En France, la moitié des concours de mini-miss sont organisés dans le Nord Pas-de-Calais. Les parents des candidates, comme les organisateurs, ont du mal à comprendre l'interdiction votée cette semaine par le Sénat, même s'ils reconnaissent certaines dérives...
Kelly, 12 ans, ne compte plus les écharpes punaisées sur les murs "rose bonbon" de sa chambre. Ce sont ses trophées, ceux remportés lors des nombreux concours de mini-miss auxquels elle a participé depuis sa plus tendre enfance. Une véritable passion pour cette jeune Lilloise. " J'aime bien être belle, les robes. J'aime me choisir mes tenues et avoir une chambre de princesse remplie de couronnes et d'écharpes".

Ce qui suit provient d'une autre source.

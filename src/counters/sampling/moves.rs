//! Single-variable heat-bath moves on a [`Model`], driven by its constraint tables.
//!
//! # What it computes
//!
//! A Markov chain over the assignments of the model's variables whose stationary
//! distribution is the Boltzmann weight w(σ) exp(−β E), where E is the number of violated
//! constraints and w(σ) = ∏_v w_v(σ_v) the product of the states' weights (`weights:`,
//! with the conjugate fields of imposed means added to their logarithms; 1 without them). [`Kernel`] is the immutable part shared by every replica (for each variable
//! the constraints it touches with the stride of the variable in that constraint's table
//! index; the tables concatenated into one bit set); [`Chain`] is one replica's state (the
//! values, the current table index of every constraint, the energy and the random stream).
//!
//! # Method
//!
//! Heat-bath (Gibbs) update of one variable at a time: the energy change of every value
//! x of variable v is read from the tables by shifting each touched constraint's index by
//! (x − value)·stride, and x is drawn with probability ∝ w_v(x) exp(−β ΔE_x). Each update
//! satisfies detailed balance; a sweep visits the variables in order (Glauber 1963,
//! J. Math. Phys. 4, 294; Newman & Barkema 1999, *Monte Carlo Methods in Statistical
//! Physics*, ch. 3 — from memory).
//!
//! # Defect-focused moves
//!
//! At large β only a handful of constraints are violated, and a sweep spends almost all of
//! its updates far from them: on a 3D ice a defect moves about one step per sweep, so a
//! pair needs hundreds of sweeps to meet and annihilate, and ⟨E⟩ has a correlation time
//! of 100–500 sweeps (ice Ih 8×8×4 at β = 6–10). [`Chain::focused`] is a
//! Metropolis–Hastings move whose proposal picks a violated constraint, then one of its
//! variables, then a new value; from a defect-free assignment it picks any variable. The
//! acceptance ratio carries the proposal probabilities both ways (they depend on how
//! many constraints are violated before and after), so each move leaves w(σ) e^{−βE}
//! invariant (Hastings 1970, Biometrika 57, 97); mixed with sweeps the chain stays
//! ergodic (alone it is not always: on three colours of a triangle it cannot reach the
//! one-colour assignments). Tested against exact enumeration. The sampler makes one per
//! variable after each sweep: the defects must find each other across the cell, which
//! takes moves in proportion to its size; with them the correlation time of the estimate
//! of E on ice Ih 8×8×4 is under 3 sweeps from β = 6 on.
//!
//! # Sweeps that skip the quiet variables
//!
//! On models where every variable is two-state, unweighted and in the same number D of
//! constraints, and no allowed local assignment is one flip from another (the ice rules),
//! a variable whose constraints all hold flips with the one probability 1/(1 + e^{βD}).
//! [`Chain::sweep_skipping`] updates the few variables next to a violation one by one and
//! jumps over the rest by geometric draws: the same transition as the plain sweep for the
//! cost of the work next to the defects (half a one-chain step at β ≥ 5 on ice Ih, the
//! loop and focused moves being the other half). Tested against exact enumeration.
//!
//! # The conditional estimate of E
//!
//! [`Chain::conditional_energy`] and [`Chain::sweep_conditional`] measure
//! Σ_v Σ_{c ∋ v} (1/|c|) P_β(c violated | all variables but v) in place of E: each term
//! has the Boltzmann mean of the indicator of c (a Rao–Blackwell estimate: the variable's
//! heat-bath distribution is known exactly), so the sum has the mean ⟨E⟩_β with less
//! variance: 7 times less at β = 0.5 on ice Ih, 3 times at β = 1, 1.4 times at β = 2,
//! none from β = 3 on. Tested: its mean over the exact distribution equals ⟨E⟩ to
//! rounding on enumerated models.
//!
//! # Complexity
//!
//! One update costs O(q·d) table lookups for a variable with q states in d constraints;
//! memory is O(variables + constraints + table bits).

use rand::Rng;
use rand_pcg::Pcg64Mcg;

use crate::error::{Error, Result};
use crate::model::Model;

/// The part of the sampler shared by all replicas.
#[derive(Clone, Debug)]
pub struct Kernel {
    /// States of each variable.
    states: Vec<u8>,
    /// For variable v, `touches[start[v]..start[v + 1]]` are its (constraint, stride).
    start: Vec<u32>,
    touches: Vec<(u32, u32)>,
    /// Per constraint: offset, in bits, of its table in `bits`.
    table_offset: Vec<u64>,
    /// Every distinct table, each padded to whole words.
    bits: Vec<u64>,
    /// Largest number of constraints one variable touches.
    max_degree: usize,
    /// Whether every variable has two states (the fast path).
    binary: bool,
    /// The states' weights, when some state weighs other than 1 (`None`: every state
    /// weighs 1, and the chain runs exactly as an unweighted one).
    weights: Option<StateWeights>,
    /// For constraint c, `scope[scope_start[c]..scope_start[c + 1]]` are its variables
    /// (the defect-focused moves pick a variable of a violated constraint).
    scope_start: Vec<u32>,
    scope: Vec<u32>,
    /// Per constraint: 1 / the size of its scope.
    inv_size: Vec<f64>,
    /// The variables with two states or more (the others never move).
    free: Vec<u32>,
    /// Where a sweep may skip over the variables that touch no violated constraint
    /// ([`Chain::sweep_skipping`]); `None` on other models.
    quiet: Option<Quiet>,
    /// The largest constraint scope.
    max_scope: usize,
}

/// The shape that lets a heat-bath sweep skip: every variable two-state and unweighted,
/// each in the same number `degree` of constraints, and no allowed assignment of any
/// constraint one flip from another allowed one (the ice rules: two of four arrows in).
/// Then a variable whose constraints all hold flips with the one probability
/// 1/(1 + e^{β·degree}), and between the few variables next to a violation the sweep can
/// jump to the next such flip by a geometric draw.
#[derive(Clone, Copy, Debug)]
struct Quiet {
    /// Constraints per variable.
    degree: usize,
    /// Σ 1/|c| over a variable's constraints (the same for every variable): the term of
    /// the conditional estimate of E per unit of flip probability of a quiet variable.
    share: f64,
}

Mais ces concours ne sont plus vraiment en odeur de sainteté aujourd'hui. Cette semaine, lors de l'examen du texte de loi sur l'égalité hommes/femmes, le Sénat a adopté un amendement déposé par l'ancienne ministre Chantal Jouanno (UDI) visant à interdire les concours de beauté pour les mineurs de moins de 16 ans . Cet amendement prévoit même une peine de 2 ans d’emprisonnement et une amende de 30 000 euros pour les personnes qui ne respecteraient pas cette interdiction et continueraient d'organiser ce type de compétition. Si l'Assemblée Nationale valide à son tour le texte, c'en sera fini des mini-miss. Pour Jennifer, la maman de Kelly, elle-même ex-Miss Picardie 1998, c'est l'incompréhension. " Ma fille ne met pas des tenues où on voit la moitié de ses fesses", se défend-elle. " On met des tenues de son âge".
Les mini-miss sont très populaires dans le Nord Pas-de-Calais, région qui concentre à elle seule la moitié des concours organisés en France . " J’entends souvent que les petites filles se prennent pour des adultes, c’est faux !", s'insurge dans La Voix du Nord Isabelle Capitaine, organisatrice des compétitions de mini-miss à Blendecques, près de Saint-Omer, où elle a proscrit le maquillage et le port des talons hauts pour les fillettes de moins de 12 ans. " On a interdit le maquillage des petites, les vêtements provocants", explique de son côté Francis Courcol, qui organise, avec son épouse Béatrice, des concours à Hersin-Coupigny, près de Béthune. Il reconnaît toutefois certaines dérives. " On a du recadrer des mamans aussi, parfois, qui trichaient pour gonfler la poitrine des petites", a-t-il admis dans La Voix du Nord. "J e sais que beaucoup sont allées voir ailleurs où le règlement était moins strict... L’an dernier, quand j’ai vu comment certains se comportaient, qui faisaient enchaîner deux jours de défilé sur un week-end à leur petite, je me suis dit qu’ils en voulaient trop et que ça n’était pas bon. Et j’ai pensé qu’un jour ou l’autre, ce serait interdit".
" En février, on envisageait de faire un grand concours pour célébrer les cinq ans de notre association, mais là je ne sais pas où on va s’il faut juste faire concourir les plus de seize ans.", se lamente Maurice Ghomari, organisateur du concours de mini-miss de Leforest (près de Douai), le plus renommé de la région. " Il faut bien se rendre compte que le concours des mini-miss attirait entre 80 et 100 participantes de tous âges. Se priver de ça, c’est aussi se poser la question sur notre finalité qui est de faire des dons à l’hôpital".
Vers une interdiction également en Belgique ?
Certains organisateurs envisageraient du coup de délocaliser leurs concours en Belgique, mais outre-Quiévrain, on ne l'entend pas vraiment de cette oreille. Wallons et Flamands semblent pour une fois d'accord pour interdire eux aussi sur leur sol les compétitions de mini-miss. " Je vais aussi envisager cette mesure-là, parce qu’il me semble qu’il y a une question de dignité", a déclaré sur RTL-TVI Jean-Marc Nollet, ministre de l’Enfance à la Fédération Wallonie-Bruxelles. " Faire défiler des enfants de 4, 5 ou 6 ans, je crois qu’il y a une chose pour chaque âge, et en l’occurrence, on met les fillettes dans des situations qui ne sont pas celles des situations normales pour les fillettes de cet âge-là".
" Il s'agit de mettre tout en oeuvre pour empêcher la sexualisation précoce des petites filles", estime de son côté Joëlle Milquet, la ministre fédérale à l'Egalité des Chances. " Cette hyper sexualisation donne une image de la femme, de la fille et de la fillette limitée à un objet dont on peut user et abuser".